DRE 7017 Mathematics, Ph.D.

Responsible for the course
Eivind Eriksen

Department of Economics

According to study plan

ECTS Credits

Language of instruction

Economic analysis is based on mathematical concepts and tools like functions
and optimization. This intensive course is designed to enhance the
mathematical knowledge of course participants in areas which are particularly
relevant for doctoral studies of economics and finance.

The course is designed for students in the following programmes:
Ph.D. specialisation in Economics
Ph.D. specialisation in Finance

Learning outcome
After completing the course, the student will be familiar with basic mathematical tools for economic analysis.

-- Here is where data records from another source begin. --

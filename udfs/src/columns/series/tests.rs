//! Gaps, plans, leading NULLs, and the ways in which rows can fail to be a series.

use arrow::datatypes::DataType;

use super::super::groups::{Groups, Rows};
use super::*;

const NONE: f64 = f64::NAN;

fn group(rows: &[(Option<i64>, f64, f64)]) -> Group {
    let mut groups = Groups::try_new(&[]).unwrap();
    let rows = Rows {
        keys: vec![],
        times: rows.iter().map(|row| row.0).collect(),
        observed: rows.iter().map(|row| row.1).collect(),
        drivers: vec![rows.iter().map(|row| row.2).collect()],
    };
    groups.push(rows).unwrap();
    groups.close();
    groups.pop().unwrap()
}

fn place_days(group: &Group, every: Option<Step>) -> Result<Placed, Unplaced> {
    place(group, &TimeKind::try_new(&DataType::Date32).unwrap(), every, 1)
}

fn place_numbers(group: &Group, constant: usize) -> Result<Placed, Unplaced> {
    place(group, &TimeKind::try_new(&DataType::Int64).unwrap(), None, constant)
}

fn days(rows: &[(i64, f64, f64)]) -> Group {
    group(&rows.iter().map(|&(time, y, x)| (Some(time), y, x)).collect::<Vec<_>>())
}

fn same(a: &[f64], b: &[f64]) -> bool {
    a.len() == b.len() && a.iter().zip(b).all(|(a, b)| a == b || (a.is_nan() && b.is_nan()))
}

#[test]
fn gaps_become_missing_points() {
    let placed = place_days(&days(&[(10, 1.0, 5.0), (11, 2.0, 6.0), (13, 4.0, 8.0)]), None).unwrap();
    assert!(same(&placed.series.observed, &[1.0, 2.0, NONE, 4.0]));
    assert!(same(&placed.series.drivers[0], &[5.0, 6.0, NONE, 8.0]));
    assert_eq!(placed.times().collect::<Vec<_>>(), [Some(10), Some(11), Some(12), Some(13)]);
    assert_eq!(placed.grid().grid().describe(), "day");
}

#[test]
fn rows_after_the_last_observation_are_the_plan() {
    let rows = [(1, 1.0, 10.0), (2, NONE, 20.0), (3, 3.0, 30.0), (4, NONE, 40.0), (5, NONE, 50.0)];
    let placed = place_numbers(&days(&rows), 0).unwrap();
    assert!(same(&placed.series.observed, &[1.0, NONE, 3.0]));
    assert!(placed.series.drivers.is_empty());
    assert!(same(&placed.series.drifting_drivers[0], &[10.0, 20.0, 30.0, 40.0, 50.0]));
    assert_eq!(placed.time_at(4), Some(5));
}

#[test]
fn rows_before_the_first_observation_are_dropped() {
    let rows = [(1, NONE, 10.0), (2, NONE, 20.0), (3, 3.0, 30.0), (4, 4.0, 40.0)];
    let placed = place_numbers(&days(&rows), 1).unwrap();
    assert!(same(&placed.series.observed, &[3.0, 4.0]));
    assert!(same(&placed.series.drivers[0], &[30.0, 40.0]));
    assert_eq!(placed.time_at(0), Some(3));
}

#[test]
fn infinite_values_stay_for_the_model_to_refuse() {
    let placed = place_numbers(&days(&[(1, 1.0, 0.0), (2, f64::INFINITY, 0.0)]), 1).unwrap();
    assert_eq!(placed.series.observed[1], f64::INFINITY);
}

#[test]
fn a_stated_step_makes_a_finer_grid() {
    let every_other = days(&[(0, 1.0, 0.0), (2, 2.0, 0.0), (4, 3.0, 0.0)]);
    assert_eq!(place_days(&every_other, None).unwrap().len(), 3);
    assert_eq!(place_days(&every_other, Some(Step::Every(1))).unwrap().len(), 5);
}

#[test]
fn a_null_time_is_trouble_with_a_count() {
    let rows = [(Some(1), 1.0, 0.0), (None, 2.0, 0.0), (None, 3.0, 0.0)];
    let unplaced = place_days(&group(&rows), None).unwrap_err();
    assert_eq!(unplaced.trouble, Trouble::MissingTime { rows: 2 });
    assert!(unplaced.grid.is_none());
}

#[test]
fn a_repeated_time_is_named() {
    let unplaced = place_days(&days(&[(0, 1.0, 0.0), (1, 2.0, 0.0), (1, 3.0, 0.0)]), None).unwrap_err();
    assert_eq!(unplaced.trouble, Trouble::DuplicateTime { at: "1970-01-02".to_string() });
}

#[test]
fn a_series_without_observations_still_has_its_grid() {
    let unplaced = place_days(&days(&[(7, NONE, 0.0), (14, NONE, 0.0)]), None).unwrap_err();
    assert_eq!(unplaced.trouble, Trouble::AllMissing);
    let (grid, points) = *unplaced.grid.unwrap();
    assert_eq!((grid.grid().describe().as_str(), points), ("week", 2));
}

#[test]
fn a_time_off_the_grid_is_named() {
    let rows = (0..20).map(|week| (7 * week + i64::from(week == 10), 1.0, 0.0)).collect::<Vec<_>>();
    let unplaced = place_days(&days(&rows), None).unwrap_err();
    assert!(
        matches!(unplaced.trouble, Trouble::OffGrid { ref at, .. } if at.starts_with("1970-03-13")),
        "{unplaced:?}"
    );
}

The student will have developed skills in solving relevant problems.

Admission to a PhD Programme is a general requirement for participation in PhD courses at BI Norwegian Business School.

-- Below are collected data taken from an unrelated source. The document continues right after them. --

impl Climb {
    fn new(
        objective: &mut Objective<'_>,
        known: &[Option<f64>],
        values: Vec<f64>,
    ) -> Result<Self, EvaluationError> {
        let log_likelihood = objective.full(&values)?.log_likelihood;
        let p = values.len();
        Ok(Self {
            links: objective.model.parameters().iter().map(|s| s.link).collect(),
            spread_of: (0..p).map(|i| objective.model.variance_of_damping(i)).collect(),
            free: known.iter().map(Option::is_none).collect(),
            held: vec![false; p],
            try_below: vec![f64::INFINITY; p],
            values,
            log_likelihood,
            gradient: objective.gradient().to_vec(),
            information: objective.information().to_vec(),
            converged: false,
        })
    }

    fn run(&mut self, objective: &mut Objective<'_>) {
        let first = objective.evaluations;
        let mut lambda = 1e-3;
        while objective.evaluations - first < MOST {
            if self.try_limits(objective) {
                continue;
            }
            let Some((step, gain)) = self.step(&mut lambda) else {
                if self.reopen() {
                    continue;
                }
                self.converged = true;
                return;
            };
            let values: Vec<f64> = (0..step.len())
                .map(|i| {
                    if self.moves(i) { moved(self.links[i], self.values[i], step[i]) } else { self.values[i] }
                })
                .collect();
            if gain < LAST_GAIN {
                if self.reopen() {
                    continue;
                }
                self.finish(objective, values);
                return;
            }
            let before = self.log_likelihood;
            match objective.full(&values) {
                Ok(value) if value.log_likelihood > before - 1e-12 * (1.0 + before.abs()) => {
                    let ratio = (value.log_likelihood - before) / gain;
                    self.accept(objective, values, value.log_likelihood);
                    if ratio > 0.7 {
                        lambda = (lambda * 0.1).max(1e-8);
                    } else if ratio < 0.25 {
                        lambda = (lambda * 4.0).max(1e-3);
                    }
                }
                _ => {
                    lambda = (lambda * 10.0).max(1e-2);
                    if lambda > 1e10 {
                        // No step helps although the model predicts a gain: rounding has the last word.
                        self.converged = gain < 1e-4;
                        return;
                    }
                }
            }
        }
    }

    /// A climb that did not end may creep along a ridge towards a variance of zero, where the other parameters would have to move too before the
    /// likelihood is higher. Each variance that still falls is held at zero in turn, the others climb, and the best of all is taken.
    fn without_one_more(self, objective: &mut Objective<'_>, known: &[Option<f64>]) -> Self {
        let falling: Vec<usize> = (0..self.values.len())
            .filter(|&i| self.links[i] == Link::Variance && self.moves(i) && self.gradient[i] < 0.0)
            .collect();
        let mut best = self;
        for i in falling {
            let mut values = best.values.clone();
            values[i] = 0.0;
            let Ok(mut climb) = Self::new(objective, known, values) else { continue };
            climb.held[i] = true;
            climb.run(objective);
            let as_good = climb.log_likelihood >= best.log_likelihood - 1e-9;
            if climb.log_likelihood > best.log_likelihood || as_good && climb.converged && !best.converged {
                best = climb;
            }
        }
        best
    }

    /// Takes the last step if it does not lower the likelihood; score and information stay those of the point before.
    fn finish(&mut self, objective: &mut Objective<'_>, values: Vec<f64>) {
        self.converged = true;
        if let Ok(value) = objective.value(&values)
            && value.log_likelihood >= self.log_likelihood
        {
            self.values = values;
            self.log_likelihood = value.log_likelihood;
        }
    }

    fn moves(&self, i: usize) -> bool {
        self.free[i] && !self.held[i]
    }

    fn accept(&mut self, objective: &Objective<'_>, values: Vec<f64>, log_likelihood: f64) {
        self.values = values;
        self.log_likelihood = log_likelihood;
        self.gradient.copy_from_slice(objective.gradient());
        self.information.copy_from_slice(objective.information());
    }

    /// Solves for a step on the unbounded side and the gain it promises; raises `lambda` until it is not too long.
    fn step(&self, lambda: &mut f64) -> Option<(Vec<f64>, f64)> {
        let p = self.values.len();
        let moving: Vec<usize> = (0..p).filter(|&i| self.moves(i)).collect();
        if moving.is_empty() {
            return None;
        }
        let scale: Vec<f64> = moving.iter().map(|&i| derivative(self.links[i], self.values[i])).collect();
        let k = moving.len();
        let g = DVector::from_fn(k, |a, _| self.gradient[moving[a]] * scale[a]);
        let h =
            DMatrix::from_fn(k, k, |a, b| self.information[moving[a] * p + moving[b]] * scale[a] * scale[b]);
        if g.iter().chain(h.iter()).any(|v| !v.is_finite()) {
            return None;
        }
        let largest = h.diagonal().max().max(1e-12);
        loop {
            let mut damped = h.clone();
            for a in 0..k {
                damped[(a, a)] += *lambda * h[(a, a)].max(1e-6 * largest);
            }
            if let Some(factor) = damped.cholesky() {
                let x = factor.solve(&g);
                if x.amax() <= STRIDE {
                    let gain = g.dot(&x) - 0.5 * (&h * &x).dot(&x);
                    let mut step = vec![0.0; p];
                    for (a, &i) in moving.iter().enumerate() {
                        step[i] = x[a];
                    }
                    return Some((step, gain));
                }
            }
            *lambda = (*lambda * 3.0).max(1e-6);
            if *lambda > 1e12 {
                return None;
            }
        }
    }

    /// The limit that parameter `i` is near and still moves to, and how far away it is (see `try_below`).
    fn limit(&self, i: usize, largest: f64) -> Option<(f64, f64)> {
        let (value, slope) = (self.values[i], self.gradient[i]);
        match self.links[i] {
            Link::Variance => (slope < 0.0 && value < SMALL * largest).then_some((0.0, value)),
            Link::Between { low, high } => {
                let above = (value - low) / (high - low);
                if slope > 0.0 && 1.0 - above < NEAR {
                    Some((high, 1.0 - above))
                } else {
                    (slope < 0.0 && above < NEAR).then_some((low, above))
                }
            }
            Link::Free => None,
        }
    }

    /// Tries the limits of the parameters that are near them and still on the way; true when something changed.
    fn try_limits(&mut self, objective: &mut Objective<'_>) -> bool {
        let largest = (0..self.values.len())
            .filter(|&i| self.links[i] == Link::Variance)
            .fold(0.0_f64, |a, i| a.max(self.values[i]));
        let near: Vec<(usize, f64, f64)> = (0..self.values.len())
            .filter(|&i| self.moves(i))
            .filter_map(|i| self.limit(i, largest).map(|(at, distance)| (i, at, distance)))
            .filter(|&(i, _, distance)| distance < self.try_below[i])
            .collect();
        if near.is_empty() {
            return false;
        }
        if self.try_limit(objective, &near) {
            return true;
        }
        if near.len() > 1 {
            for one in &near {
                if self.try_limit(objective, &[*one]) {
                    return true;
                }
            }
        }
        for (i, _, distance) in near {
            self.try_below[i] = distance * if self.links[i] == Link::Variance { 1e-2 } else { 0.2 };
        }
        false
    }

    fn try_limit(&mut self, objective: &mut Objective<'_>, which: &[(usize, f64, f64)]) -> bool {
        let mut values = self.values.clone();
        for &(i, at, _) in which {
            if let Some(variance) = self.spread_of[i].filter(|&v| self.moves(v)) {
                values[variance] *= (1.0 - at * at) / (1.0 - values[i] * values[i]);
            }
            values[i] = at;
        }
        match objective.full(&values) {
            Ok(value) if value.log_likelihood >= self.log_likelihood - 1e-10 => {
                self.accept(objective, values, value.log_likelihood);
                for &(i, ..) in which {
                    self.held[i] = true;
                }
                true
            }
            _ => false,
        }
    }

    /// Frees held parameters whose score points inward by enough to matter; true when there was one.
    fn reopen(&mut self) -> bool {
        let p = self.values.len();
        let mut any = false;
        for i in 0..p {
            let (slope, curvature) = (self.gradient[i], self.information[i * p + i]);
            let gain = 0.5 * slope * slope / curvature;
            if !(self.held[i] && gain > REOPENING_GAIN && curvature > 0.0) {
                continue;
            }
            let value = self.values[i] + slope / curvature;
            match self.links[i] {
                Link::Variance if slope > 0.0 => {
                    self.values[i] = value;
                    self.try_below[i] = value * 1e-4;
                }
                Link::Between { low, high } if (self.values[i] == high) == (slope < 0.0) => {
                    let inside = 0.5 * NEAR * (high - low);
                    self.values[i] = value.clamp(low + inside, high - inside);
                    self.try_below[i] = 0.2 * NEAR;
                }
                _ => continue,
            }
            self.held[i] = false;
            any = true;
        }
        any
    }

    /// Square roots of the inverse information over the moving parameters, natural units.
    fn std_errors(&self) -> Vec<f64> {
        let p = self.values.len();
        // A damping whose variance sits at zero leaves the likelihood flat and must not hide the errors of the others.
        let tells = |i: usize| self.moves(i) && self.information[i * p + i] != 0.0;
        let moving: Vec<usize> = (0..p).filter(|&i| tells(i)).collect();
        let mut out = vec![f64::NAN; p];
        // Scaled to a unit diagonal first: variances of one model differ by many powers of ten.
        let size: Vec<f64> = moving.iter().map(|&i| self.information[i * p + i].sqrt()).collect();
        if size.iter().any(|s| !(*s > 0.0 && s.is_finite())) {
            return out;
        }
        let h = DMatrix::from_fn(moving.len(), moving.len(), |a, b| {
            self.information[moving[a] * p + moving[b]] / (size[a] * size[b])
        });
        if let Some(factor) = h.cholesky() {
            let inverse = factor.inverse();
            for (a, &i) in moving.iter().enumerate() {
                out[i] = inverse[(a, a)].sqrt() / size[a];
            }
        }
        out
    }
}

External candidates are kindly asked to attach confirmation of admission to a PhD programme when signing up for a course with the doctoral administration. Candidates can be allowed to sit in on courses by approval of the course leader. Sitting in on courses does not permit registration for courses, handing in exams or gaining credits for the course. Course certificates or confirmation letters will not be issued for sitting in on courses.

Compulsory reading
Simon, Carl P. and Lawrence Blume. 1994. Mathematics for economists. Norton
Sydsæter, Knut ... [et al.]. 2014. Further mathematics for economic analysis. 3rd ed.. Financial Times/Prentice-Hall

During the course there may be hand-outs and other material on additional topics relevant for the course and the examination

Recommended reading

Course outline
The course will be based around the following topics:
- Sets and point set topology
- Vectors and linear algebra
- Real analysis in one and several variables
- Unconstrained and constrained optimization
- Correspondences and fixed points
- Differential equations and dynamical systems
- Control theory in continuous and discrete time

Computer-based tools
It's Learning. Mathematical software may be used during lectures for
illustration purposes.

Learning process and workload
There will be 20 teaching hours in the course. The course is taught through lectures and problem assignments.

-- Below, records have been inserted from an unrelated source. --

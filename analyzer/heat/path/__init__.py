"""Thermal paths: one resistance model a file."""
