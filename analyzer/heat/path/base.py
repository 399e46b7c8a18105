"""A thermal path: how many kelvin a part's junction stands above the air for each watt."""

from __future__ import annotations

from dataclasses import dataclass

from analyzer.evidence import Evidence
from analyzer.findings.base import Finding
from analyzer.heat.path.sink import natural_factor
from analyzer.quantity import ZERO, Span


@dataclass(frozen=True, slots=True)
class ThermalPath:
    """From junction to air, or to a measured spot.

    Attributes:
        solid: Part of the resistance that altitude does not touch [K/W]; nothing where only θJA is known.
        air: Part that thin air raises [K/W].
        sink: Catalogue θSA of a heat sink in natural convection [K/W], rated at 75 K rise; None without one.
        measured: Measured case or board temperature [°C] that takes the place of the ambient; None otherwise.
        evidence: Every number used.
        foster: Foster network of the part on its board, () if none is known.
        findings: What to note about the choice.
        words: The path in words, for the trail.
    """

    solid: Span
    air: Span
    evidence: tuple[Evidence, ...]
    sink: Span | None = None
    measured: Evidence | None = None
    foster: tuple[tuple[float, float], ...] = ()
    findings: tuple[Finding, ...] = ()
    words: str = "θJA"

    def theta(self, thin_air: float, watts: float, *, severe: bool = True) -> float:
        """K/W with the altitude multiplier `thin_air`; `watts` matters only for a natural-convection sink."""
        solid, air = (self.solid.high, self.air.high) if severe else (self.solid.nominal, self.air.nominal)
        if self.sink is None:
            return solid + thin_air * air
        sink = self.sink.high if severe else self.sink.nominal
        return solid + thin_air * air + natural_factor(sink * thin_air, watts)

    @property
    def is_linear(self) -> bool:
        """Whether the resistance is the same at any power."""
        return self.sink is None


def all_air(theta: Evidence, *more: Evidence, findings: tuple[Finding, ...] = (), words: str = "θJA") -> ThermalPath:
    """A path of which only θJA is known: altitude is applied to all of it, the safe side."""
    return ThermalPath(ZERO, theta.span, (theta, *more), findings=findings, words=words)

3 hour written individual final exam.
The course will be graded on the ECTS scale: A - F.

Examination code(s)
DRE 70171 written exam accounts for 100% of the final grade in the course DRE 7017.

Examination support materials
A bilingual dictionary and BI-approved exam calculator. Examination support materials at written examiniations are explained under examination information in the student portal @bi. Please note use of calculator and dictionary in the section on support materials.

Re-sit examination
Re-takes are only possible at the next time a course will be held. When the course evaluation has a separate exam code for each part of the evaluation it is possible to retake parts of the evaluation. Otherwise, the whole course must be re-evaluated when a student wants to retake an exam.

Additional information
Honour Code
Academic honesty and trust are important to all of us as individuals, and represent values that are encouraged and promoted by the honor code system. This is a most significant university tradition. Students are responsible for familiarizing themselves with the ideals of the honor code system, to which the faculty are also deeply committed.

Any violation of the honor code will be dealt with in accordance with BI’s procedures for cheating. These issues are a serious matter to everyone associated with the programs at BI and are at the heart of the honor code and academic integrity. If you have any questions about your responsibilities under the honor code, please ask.